The skill parses the user request for text, voice type, tone, language, speed, and use case, then selects the best API based on those needs. It prepares and optimizes the text for natural speech, applies style prompts or voice settings, and calls the chosen provider (Gemini, ElevenLabs, or OpenAI) to synthesize audio.

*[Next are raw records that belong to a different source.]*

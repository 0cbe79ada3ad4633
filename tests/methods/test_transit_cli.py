"""The transit commands end to end: plan (contract keys, calendar, caution), simulate, reduce, ladder."""

from __future__ import annotations

import json

from tests.helpers import run_cli

CAMPAIGN = """
[campaign]
name = "Transit rehearsal"
{sites}
[logs]
transits = ["logs/transits.csv"]
"""
SITES = [("capetown", -33.93, 18.42), ("perth", -31.95, 115.86), ("nairobi", -1.29, 36.82),
         ("almaty", 43.24, 76.89), ("cairo", 30.04, 31.24), ("delhi", 28.61, 77.21)]


def _campaign(tmp_path):
    text = "".join(f'\n[[site]]\nid = "{i}"\nlatitude_deg = {a}\nlongitude_deg = {b}\nelevation_m = 0\n'
                   for i, a, b in SITES)
    path = tmp_path / "c.toml"
    path.write_text(CAMPAIGN.format(sites=text))
    return path


def test_plan_simulate_reduce_and_ladder(tmp_path, capsys, monkeypatch):
    c = _campaign(tmp_path)
    code, out, _ = run_cli(["plan", "transits", str(c), "--from", "2032-01-01", "--to", "2040-12-31",
                            "--ics", str(tmp_path / "t.ics"), "--json"], capsys, monkeypatch)
    assert code == 0
    data = json.loads(out)
    assert [t["planet"] for t in data["transits"]] == ["mercury", "mercury"]
    first = data["transits"][0]
    assert first["greatest_utc"].startswith("2032-11-13T08:54")
    assert set(first["contacts_utc"]) == {"C1", "C2", "C3", "C4"}
    assert set(first["sites"]["capetown"]["C3"]) >= {"time_utc", "sun_altitude_deg"}
    assert first["sites"]["perth"]["C4"]["sun_altitude_deg"] < 0  # sunset in Perth before egress
    ics = (tmp_path / "t.ics").read_text()
    assert "BEGIN:VEVENT" in ics and "ISO 12312-2" in ics.replace("\r\n ", "")
    code, _, _ = run_cli(["simulate", "transit", str(c), "--from", "2032-11-13", "--to", "2032-11-13",
                          "-o", str(tmp_path / "sim"), "--seed", "4"], capsys, monkeypatch)
    assert code == 0
    (tmp_path / "logs").mkdir()
    (tmp_path / "logs" / "transits.csv").write_bytes((tmp_path / "sim" / "transits.csv").read_bytes())
    code, out, _ = run_cli(["reduce", "transit", str(c), "--json"], capsys, monkeypatch)
    assert code == 0
    r = json.loads(out)
    assert [t["date"] for t in r["transits"]] == ["2032-11-13"]
    p = r["solar_parallax_arcsec"]
    assert p["unit"] == "arcsec" and p["low"] < p["value"] < p["high"]
    assert abs(p["value"] - 8.794) < 4 * p["sigma"]
    assert r["sun_distance_au"]["unit"] == "au" and r["sun_distance_km"]["unit"] == "km"
    code, out, _ = run_cli(["ladder", str(c), "--json"], capsys, monkeypatch)
    assert code == 0
    lad = json.loads(out)
    assert lad["sun_distance_method"] == "transit"
    assert abs(lad["sun_distance_au"]["value"] - r["sun_distance_au"]["value"]) < 0.02 * r["sun_distance_au"]["value"]


def test_a_bad_contact_label_is_one_clear_line(tmp_path, capsys, monkeypatch):
    c = _campaign(tmp_path)
    (tmp_path / "logs").mkdir()
    (tmp_path / "logs" / "transits.csv").write_text(
        "site,time_utc,event\ncapetown,2032-11-13T06:41:48Z,C5\ncapetown,2032-11-13T06:43:52Z,C2\n")
    code, out, err = run_cli(["reduce", "transit", str(c)], capsys, monkeypatch)
    assert code == 2 and len(err.strip().splitlines()) == 1 and "Traceback" not in err
    code, out, err = run_cli(["check", str(c), "--json"], capsys, monkeypatch)
    flags = json.loads(out)["flags"]
    assert any(f["code"] == "bad-value" and "C5" in f["message"] and f["row"] == 1 for f in flags), flags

The result is saved as an audio file and returned with details about voice and settings used.

When to use it

Produce podcast episodes, narration, or audiobooks
Create multi-speaker dialogues or interviews (up to 2 speakers with Gemini)
Generate quick voiceovers for marketing, tutorials, or demos
Clone or replicate a specific voice with ElevenLabs
Make accessibility audio, screen reader-friendly narration

Best practices

Specify text, desired voice, tone, and intended use up front
Optimize text for speech: add pauses, spell out numbers, mark acronyms
Choose Gemini for style/accent control and 2-speaker dialogues
Choose ElevenLabs for voice cloning and the widest voice variety
Use OpenAI TTS for fast, cost-effective single-speaker narration

Example use cases

Convert long-form content into audiobook chapters using ElevenLabs or Gemini
Produce a two-person interview audio using Gemini multi-speaker mode
Create marketing voiceovers with a specific tone and pacing via style prompts
Quickly synthesize short narration or UI prompts with OpenAI TTS
Clone a host voice for consistent podcast episodes with ElevenLabs

FAQ

Which API should I pick for multi-speaker dialogue?

Use Google Gemini TTS for up to two speakers and natural language style control.

What if my text is too long for one call?

Split the text into chunks, synthesize each chunk, and concatenate the audio files; consider Gemini or ElevenLabs for long-form stability.